# bi-gram character-level language model

While not exactly a neural network, it's a good example to build off of and to reference as we build multi-layer perceptrons. These models are able to predict the next character given a sequence of 1 or more previous characters. These are as opposed to word-level language models.

# Bi-gram

Predicts the next character in the sequence exclusively based on the current character. We do this by taking all of the character pairs in every word in the data set and calculating how often the first character is succeeded by the second character. We can store this in a 2d array with the rows being the first character and the columns being the second. We'll also add an extra row for the start and stop token.

import torch
import matplotlib.pyplot as plt
%matplotlib inline

words = open('names.txt', 'r').read().splitlines()
TOKEN='.'

bigram = torch.zeros(27,27, dtype=torch.int32)
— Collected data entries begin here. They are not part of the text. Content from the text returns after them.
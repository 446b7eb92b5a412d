// The probability of a set of outcomes when both groups have one proportion: sum over t of w_t C(n, t) q^t (1 - q)^(n - t), a
// polynomial in q whose Bernstein coefficients w_t are the conditional probabilities of the set given t events.
import { logFactorial } from '../../numeric/log-factorial.js';
import { groupLaw, lawError, type GroupLaw } from './group-law.js';
import type { OutcomeSet } from './outcomes.js';

export interface ScaledPolynomial {
  /** Bernstein coefficients divided by e^lnScale, all >= 0, the largest near 1. */
  readonly coefficients: Float64Array;
  readonly lnScale: number;
  readonly relativeError: number;
}

/** O(firstSize x secondSize). */
export function pooledPolynomial(set: OutcomeSet): ScaledPolynomial {
  const { firstSize, secondSize } = set;
  const degree = firstSize + secondSize;
  const logs = new Float64Array(degree + 1).fill(-Infinity);
  for (let t = 0; t <= degree; t++) {
    const law = groupLaw(firstSize, secondSize, t);
    const sum = massInside(set, law, t);
    if (sum === law.whole) logs[t] = 0;
    else if (sum > 0) logs[t] = Math.log(sum) - Math.log(law.whole);
    else logs[t] = farMass(set, law, t);
  }
  const lnScale = logs.reduce((most, one) => Math.max(most, one), -Infinity);
  return {
    coefficients: logs.map((log) => Math.exp(log - lnScale)),
    lnScale,
    relativeError: lawError(firstSize, secondSize) + 1e-13 + Math.abs(lnScale) * 2 ** -51,
  };
}

function massInside(
  { secondSize, inside }: OutcomeSet,
  { lowest, highest, weights, whole }: GroupLaw,
  t: number,
): number {
  let sum = 0;
  let left = 0;
  for (let x = lowest; x <= highest; x++) {
    if (inside[x * (secondSize + 1) + t - x] === 1) sum += weights[x - lowest]!;
    else left++;
  }
  return left === 0 ? whole : sum;
}

/** ln of a mass below 1e-600 of the mode: the sum by logarithms, the largest term first. */
function farMass({ firstSize, secondSize, inside }: OutcomeSet, { lowest, highest }: GroupLaw, t: number): number {
  const logChoose = (n: number, k: number): number => logFactorial(n) - logFactorial(k) - logFactorial(n - k);
  const whole = logChoose(firstSize + secondSize, t);
  const logs: number[] = [];
  for (let x = lowest; x <= highest; x++) {
    if (inside[x * (secondSize + 1) + t - x] === 1) {
      logs.push(logChoose(firstSize, x) + logChoose(secondSize, t - x) - whole);
    }
  }
  if (logs.length === 0) return -Infinity;
  const most = logs.reduce((a, b) => Math.max(a, b));
  return most + Math.log(logs.reduce((sum, log) => sum + Math.exp(log - most), 0));
}
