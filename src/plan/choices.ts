// Which statistic, and the settings that only some statistics read; an option without effect is refused, not ignored.
import { fractionRational, rationalText, type Rational } from '../numeric/rational.js';
import { usageProblem } from '../problem/problem.js';
import { kappaStatistic } from '../statistic/kappa.js';
import { pairedNames } from '../statistic/paired.js';
import { standardLambda } from '../statistic/power-divergence.js';
import { statisticNamed, statisticNames, statistics } from '../statistic/registry.js';
import { stratifiedNames } from '../statistic/stratified.js';
import { ownStatistic, type OwnStatistic } from '../statistic/own.js';
import type { Choices, Statistic, Taken } from '../statistic/contract.js';
import type { LiveTable } from '../table/live-table.js';
import type { Table } from '../table/table.js';
import type { Plan, PlanOptions } from './plan.js';
import { scoresOf } from './scores.js';
import { oneOf, unused } from './settings.js';

/**
 * A built-in one by name, or the user's own.
 * @param levels of a square table of pairs, for statistics of agreement. @throws Problem (usage).
 */
export function chooseStatistic(wish: string | OwnStatistic | undefined, levels?: number): Statistic {
  if (typeof wish === 'string' && pairedNames.includes(wish)) {
    if (levels !== undefined) return kappaStatistic(wish, levels);
    throw usageProblem({
      code: 'needs-pairs',
      message: `${wish} is a statistic of pairs: rows and columns must be two answers of the same units`,
      place: '--statistic',
      hint: 'add --paired if they are',
    });
  }
  if (typeof wish === 'string' && stratifiedNames.includes(wish)) throw needsStrata(wish);
  if (wish === undefined || typeof wish === 'string') return statisticNamed(wish ?? 'pearson');
  return ownStatistic(wish, statisticNames);
}

const needsStrata = (name: string): Error =>
  usageProblem({
    code: 'statistic-needs-strata',
    message: `${name} is for strata, and this is one table`,
    place: '--statistic',
    hint: `use ${name === 'common-odds-ratio' ? 'score' : name === 'any-association' ? 'pearson' : 'trend'}, or name the strata with --strata`,
  });

const readBy = {
  groups: ['roles', 'groups'],
  event: ['roles'],
  reference: ['roles'],
  rowScores: ['scores', 'response-scores'],
  columnScores: ['scores', 'response-scores'],
  lambda: ['lambda'],
} as const satisfies Partial<Record<keyof PlanOptions, readonly Taken[]>>;

/** By name, not by a loop: a batch asks it of every table. */
const takesNothing = ({ groups, event, reference, rowScores, columnScores, lambda }: PlanOptions): boolean =>
  (groups ?? event ?? reference ?? rowScores ?? columnScores ?? lambda) === undefined;

const reasons = {
  groups: 'which treats all rows and all columns alike',
  event: 'which treats all rows and all columns alike',
  reference: 'which treats all rows and all columns alike',
  rowScores: 'which knows no order of rows and columns',
  columnScores: 'which knows no order of rows and columns',
  lambda: 'which has no exponent to choose',
} as const satisfies Record<keyof typeof readBy, string>;

/** @throws Problem (usage) `option-without-effect`. `twoByTwo`: there are two groups to compare, whatever the statistic. */
export function refuseUnread(statistic: Statistic, options: PlanOptions, twoByTwo: boolean): void {
  if (takesNothing(options)) return;
  for (const [name, kinds] of Object.entries(readBy) as [keyof typeof readBy, readonly Taken[]][]) {
    if (options[name] === undefined) continue;
    const reads = ({ takes }: Statistic): boolean => kinds.some((kind) => takes?.includes(kind));
    // Declared scores of ordered sides are read by the questions that use the order.
    if (options.ordered !== undefined && (name === 'rowScores' || name === 'columnScores')) continue;
    if (reads(statistic)) continue;
    if (twoByTwo && readBy[name].some((kind) => kind === 'roles')) continue; // its effects read them
    const readers = statistics.filter(reads).map((one) => one.name);
    const option = `--${name.replace(/[A-Z]/g, (letter) => `-${letter.toLowerCase()}`)}`;
    throw unused(option, `with ${statistic.name}, ${reasons[name]}`, `leave it out, or use ${readers.join(' or ')}`);
  }
}

/** The settings in exact form, and as the plan echoes them. */
export function choicesOf(
  table: Table,
  live: LiveTable,
  statistic: Statistic,
  options: PlanOptions,
): { choices: Choices; echo: Partial<Plan> } {
  if (statistic.own) {
    const { statisticDigest } = options;
    return { choices: {}, echo: statisticDigest === undefined ? {} : { statisticDigest } };
  }
  if (statistic.takes?.includes('lambda')) {
    const lambda = lambdaOf(options.lambda);
    return { choices: { lambda }, echo: { lambda: rationalText(lambda) } };
  }
  if (statistic.takes?.includes('response-scores')) return responsesOf(table, live, statistic, options);
  if (!statistic.takes?.includes('scores')) return { choices: {}, echo: {} };
  const rows = scoresOf(options.rowScores, table.rowTotals, live.rowIndex, '--row-scores');
  const columns = scoresOf(options.columnScores, table.columnTotals, live.columnIndex, '--column-scores');
  return {
    choices: { rowScores: rows.exact, columnScores: columns.exact },
    echo: { rowScores: [...rows.asNumbers], columnScores: [...columns.asNumbers] },
  };
}

/** Groups are rows unless told; the scores are those of the other side. */
function responsesOf(
  table: Table,
  live: LiveTable,
  { name, standardResponseScores }: Statistic,
  options: PlanOptions,
): { choices: Choices; echo: Partial<Plan> } {
  const groups = oneOf(options.groups, 'rows', ['rows', 'columns'] as const, '--groups');
  const [own, other] =
    groups === 'rows' ? (['rowScores', 'columnScores'] as const) : (['columnScores', 'rowScores'] as const);
  const flags = { rowScores: '--row-scores', columnScores: '--column-scores' } as const;
  if (options[own] !== undefined) {
    throw unused(
      flags[own],
      `with ${name}, whose groups are the ${groups}`,
      `give ${flags[other]} for the responses, or say which side the groups are with --groups`,
    );
  }
  const [totals, index] = groups === 'rows' ? [table.columnTotals, live.columnIndex] : [table.rowTotals, live.rowIndex];
  const wish = options[other] ?? (standardResponseScores === 'midranks' ? 'midranks' : undefined);
  const { exact, asNumbers } = scoresOf(wish, totals, index, flags[other]);
  return { choices: { groups, responseScores: exact }, echo: { groups, [other]: [...asNumbers] } };
}

/** Denominators and sizes beyond these say nothing more about a table and would only make ties slow to decide. */
const largestLambda = 20n;
const largestDenominator = 1000n;

/** @throws Problem (usage) `not-a-lambda`, `lambda-out-of-range`. */
function lambdaOf(wish: string | number | undefined): Rational {
  if (wish === undefined) return standardLambda;
  const lambda = fractionRational(String(wish));
  if (lambda === undefined) {
    throw usageProblem({
      code: 'not-a-lambda',
      message: `"${wish}" is not a number`,
      place: '--lambda',
      hint: 'give a decimal or a fraction, such as --lambda 2/3',
    });
  }
  const { numerator, denominator } = lambda;
  if (numerator > -denominator && numerator <= largestLambda * denominator && denominator <= largestDenominator) {
    return lambda;
  }
  throw usageProblem({
    code: 'lambda-out-of-range',
    message: `${wish} is not above -1, at most ${largestLambda} and a multiple of 1/k with k at most ${largestDenominator}`,
    place: '--lambda',
    hint:
      numerator <= -denominator
        ? 'with -1 or less every table with an empty cell would be infinitely far out; use --lambda=-1/2 or more'
        : 'for example --lambda 2/3',
  });
}
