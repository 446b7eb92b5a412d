// An interval that holds the common proportion with probability at least 1 - gamma (Clopper & Pearson 1934): the nuisance
// is looked for in it alone, and gamma is added to p (Berger & Boos 1994).

/** For t events in n units; both ends are put outward by 1e-9 of themselves, far more than rounding can do. */
export function nuisanceInterval(events: number, total: number, gamma: number): [number, number] {
  return [lowerEnd(events, total, gamma / 2), 1 - lowerEnd(total - events, total, gamma / 2)];
}

/** Where P(X >= events) = tail, by bisection; a little below it. */
function lowerEnd(events: number, total: number, tail: number): number {
  if (events === 0) return 0;
  let low = 0;
  let high = 1;
  for (let step = 0; step < 60; step++) {
    const middle = (low + high) / 2;
    if (upperTail(events, total, middle) <= tail * (1 - 1e-10)) low = middle;
    else high = middle;
  }
  return low * (1 - 1e-9);
}

/** P(X >= events), X binomial; each term from the mode outward. */
function upperTail(events: number, total: number, share: number): number {
  const mode = Math.min(total, Math.floor((total + 1) * share));
  const odds = share / (1 - share);
  let inside = 0;
  let whole = 0;
  let weight = 1;
  for (let x = mode; x <= total && weight > 0; x++) {
    whole += weight;
    if (x >= events) inside += weight;
    weight *= ((total - x) / (x + 1)) * odds;
  }
  weight = mode / (total - mode + 1) / odds;
  for (let x = mode - 1; x >= 0 && weight > 0; x--) {
    whole += weight;
    if (x >= events) inside += weight;
    weight *= x / (total - x + 1) / odds;
  }
  return inside / whole;
}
chars = list(set(''.join(words)+TOKEN))
chars.sort()
stoi = dict([(ch, i) for i, ch in enumerate(chars)])
itos = dict([(i, ch) for ch, i in stoi.items()])
for word in words:
    word = TOKEN+word+TOKEN
    for ch1, ch2 in zip(word, word[1:]):
        bigram[stoi.get(ch1), stoi.get(ch2)]+=1

plt.figure(figsize=(16,16))
plt.imshow(bigram, cmap='Blues')
for i in range(27):
    for j in range(27):
        chstr = itos[i] + itos[j]
        plt.text(j, i, chstr, ha="center", va="bottom", color='gray')
        plt.text(j, i, bigram[i, j].item(), ha="center", va="top", color='gray')
plt.axis('off')

g = torch.Generator().manual_seed(2147483647)
prob = (bigram+1).float() # +1 is smoothing the model, so there are no zeros that would result in an infinite negative log loss probability
prob /= prob.sum(1, keepdim=True)

for _ in range(10):
    char = 0
    out=''
    while True:
        char = torch.multinomial(prob[char], num_samples=1, replacement=True, generator=g).item()
        out += itos[char]
        if char == 0:
            break
    print(out)

# cexze.
# momasurailezitynn.
# konimittain.
# llayn.
# ka.
# da.
# staiyaubrtthrigotai.
# moliellavo.
# ke.
# teda.

We generate statistics for each character pairing, then sample from those statistics to create terrible names.

# Weights and biases

Since this isn't a neural network, there aren't weights and biases. However, there are still parameters. In this case, the likelihood of each character pairing is considered a parameter.